The following reduces the equation to a quartic. Let $b=2 a d, x = a(y - d)$, then:
$$\frac{y+d}{\sqrt{(y+d)^2 + 1}} - \frac{y-d}{\sqrt{(y-d)^2 + 1}} = c$$
Squaring:
$$\frac{(y+d)^2}{(y+d)^2 + 1} + \frac{(y-d)^2}{(y-d)^2 + 1} - 2 \;\frac{y^2-d^2}{\sqrt{(y+d)^2 + 1}\sqrt{(y-d)^2 + 1}} = c^2$$
Eliminating denominators:
$$(y+d)^2\big((y-d)^2 + 1\big) + (y-d)^2\big((y+d)^2 + 1\big) -c^2 \big((y+d)^2 + 1\big) \big((y-d)^2 + 1\big)
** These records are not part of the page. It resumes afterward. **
package turnstone.bench;

import java.io.IOException;
import java.math.BigDecimal;
import java.nio.file.Files;
import java.nio.file.Path;
import java.util.ArrayList;
import java.util.Arrays;
import java.util.Comparator;
import java.util.List;
import java.util.SplittableRandom;
import java.util.function.LongSupplier;
import java.util.stream.IntStream;
import java.util.stream.Stream;
import org.apache.spark.api.java.JavaRDD;
import org.apache.spark.mllib.linalg.Vector;
import org.apache.spark.mllib.linalg.Vectors;
import org.apache.spark.mllib.linalg.distributed.RowMatrix;
import org.apache.spark.sql.Row;
import org.apache.spark.sql.RowFactory;
import org.apache.spark.sql.types.DataTypes;
import org.apache.spark.sql.types.StructType;
import turnstone.measure.CountScale;
import turnstone.measure.HeadSpec;
import turnstone.measure.Precision;
import turnstone.spark.ColumnNames;
import turnstone.spark.FoldJob;
import turnstone.spark.FoldResult;
import turnstone.spark.FoldSettings;
import turnstone.spark.IntakeSpec;
import turnstone.spark.KeyColumn;
import turnstone.spark.RecordSource;
import turnstone.spark.Session;
import turnstone.spark.TableSpec;

/**
 * The fold of a table beside a bare scan of it and beside MLlib's {@code RowMatrix.computeCovariance} on the same rows, in one run and in turn.
 *
 * <p>Arguments: records (1000000), channels (128), materials (12), rounds (5), task slots (2). Prints medians in milliseconds and their ratios.
 */
public final class FoldBench {
    private static final long SEED = 20_260_301;

    private FoldBench() {}

    public static void main(String[] arguments) throws IOException {
        int[] numbers = {1_000_000, 128, 12, 5, 2};
        for (int i = 0; i < arguments.length; i++) {
            numbers[i] = Integer.parseInt(arguments[i]);
        }
        Path folder = Files.createTempDirectory("turnstone-bench-");
        try (Session session = Session.open(Session.Settings.local("fold benchmark", numbers[4]))) {
            run(session, folder.resolve("records").toString(), numbers);
        } finally {
            remove(folder);
        }
    }

    private static void run(Session session, String table, int[] numbers) {
        write(session, table, numbers[0], numbers[1], numbers[2]);
        int rounds = numbers[3];
        List<LongSupplier> subjects = List.of(
                () -> scan(session, table),
                () -> fold(session, table, numbers[0], numbers[1]),
                () -> covariance(session, table));
        List<String> names = List.of("bare scan", "fold", "computeCovariance");
        long[][] times = new long[subjects.size()][rounds];
        for (int round = -1; round < rounds; round++) {
            for (int s = 0; s < subjects.size(); s++) {
                long elapsed_ms = subjects.get(s).getAsLong() / 1_000_000;
                if (round >= 0) {
                    times[s][round] = elapsed_ms;
                }
            }
        }
        long[] medians = Arrays.stream(times).mapToLong(FoldBench::median).toArray();
        for (int s = 0; s < medians.length; s++) {
            System.out.println(names.get(s) + ": median " + medians[s] + " ms of " + Arrays.toString(times[s]));
        }
        System.out.println("fold / bare scan: " + (double) medians[1] / medians[0]);
        System.out.println("computeCovariance / fold: " + (double) medians[2] / medians[1]);
        System.out.println("Java " + System.getProperty("java.version") + ", " + numbers[4] + " slots, "
                + numbers[0] + " x " + numbers[1] + ", " + numbers[2] + " materials");
    }

    private static long median(long[] times) {
        long[] sorted = times.clone();
        Arrays.sort(sorted);
        return sorted[sorted.length / 2];
    }

    private static void write(Session session, String table, int records, int channels, int materials) {
        int parts = 8;
        List<Integer> numbers = IntStream.range(0, parts).boxed().toList();
        JavaRDD<Row> rows = session.context().parallelize(numbers, parts).flatMap(part -> {
            SplittableRandom random = new SplittableRandom(SEED + part);
            return IntStream.range(0, records / parts)
                    .mapToObj(i -> row(random, channels, "material " + random.nextInt(materials)))
                    .iterator();
        });
        StructType schema = new StructType()
                .add("material", DataTypes.StringType)
                .add("channels", DataTypes.createArrayType(DataTypes.FloatType, false));
        session.spark().createDataFrame(rows, schema).write().parquet(table);
    }

    private static Row row(SplittableRandom random, int channels, String material) {
        float[] values = new float[channels];
        for (int c = 0; c < channels; c++) {
            values[c] = random.nextInt(200_000) / 100_000f;
        }
        return RowFactory.create(material, values);
    }

    private static long scan(Session session, String table) {
        long start = System.nanoTime();
        session.spark().read().parquet(table).write().format("noop").mode("overwrite").save();
        return System.nanoTime() - start;
    }

    private static long fold(Session session, String table, int records, int channels) {
        long start = System.nanoTime();
        ColumnNames columns =
                ColumnNames.array(java.util.Map.of(KeyColumn.MATERIAL, "material"), "channels", channels);
        RecordSource source =
                RecordSource.open(session, new TableSpec(List.of(table), TableSpec.Form.PARQUET, columns));
        CountScale scale =
                CountScale.uniform(channels, BigDecimal.ONE, new BigDecimal("0.00001"), Precision.COARSE);
        FoldResult result =
                FoldJob.run(source, IntakeSpec.table(HeadSpec.none(channels), scale), FoldSettings.usual());
        if (result.counts().accepted() != records / 8 * 8) {
            throw new IllegalStateException("records are missing: " + result.counts().accepted());
        }
        return System.nanoTime() - start;
    }

    private static long covariance(Session session, String table) {
        long start = System.nanoTime();
        JavaRDD<Vector> rows = session.spark().read().parquet(table).select("channels").javaRDD().map(row -> {
            List<Float> values = new ArrayList<>(row.<Float>getList(0));
            return Vectors.dense(values.stream().mapToDouble(Float::doubleValue).toArray());
        });
        new RowMatrix(rows.rdd()).computeCovariance();
        return System.nanoTime() - start;
    }

    private static void remove(Path folder) throws IOException {
        try (Stream<Path> below = Files.walk(folder)) {
            for (Path path : below.sorted(Comparator.reverseOrder()).toList()) {
                Files.delete(path);
            }
        }
    }
}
= 2 (y^2-d^2)\sqrt{\big((y+d)^2 + 1\big)\big((y-d)^2 + 1\big)}$$
Collecting and rearranging:
$$(2-c^2)(y^2-d^2)^2 + 2(1-c^2)(y^2+d^2) -c^2 = 2(y^2-d^2)\sqrt{(y^2-d^2)^2 + 2(y^2+d^2)+1}$$
Squaring again gives a quartic in $z = y^2$, which then could technically be solved in radicals.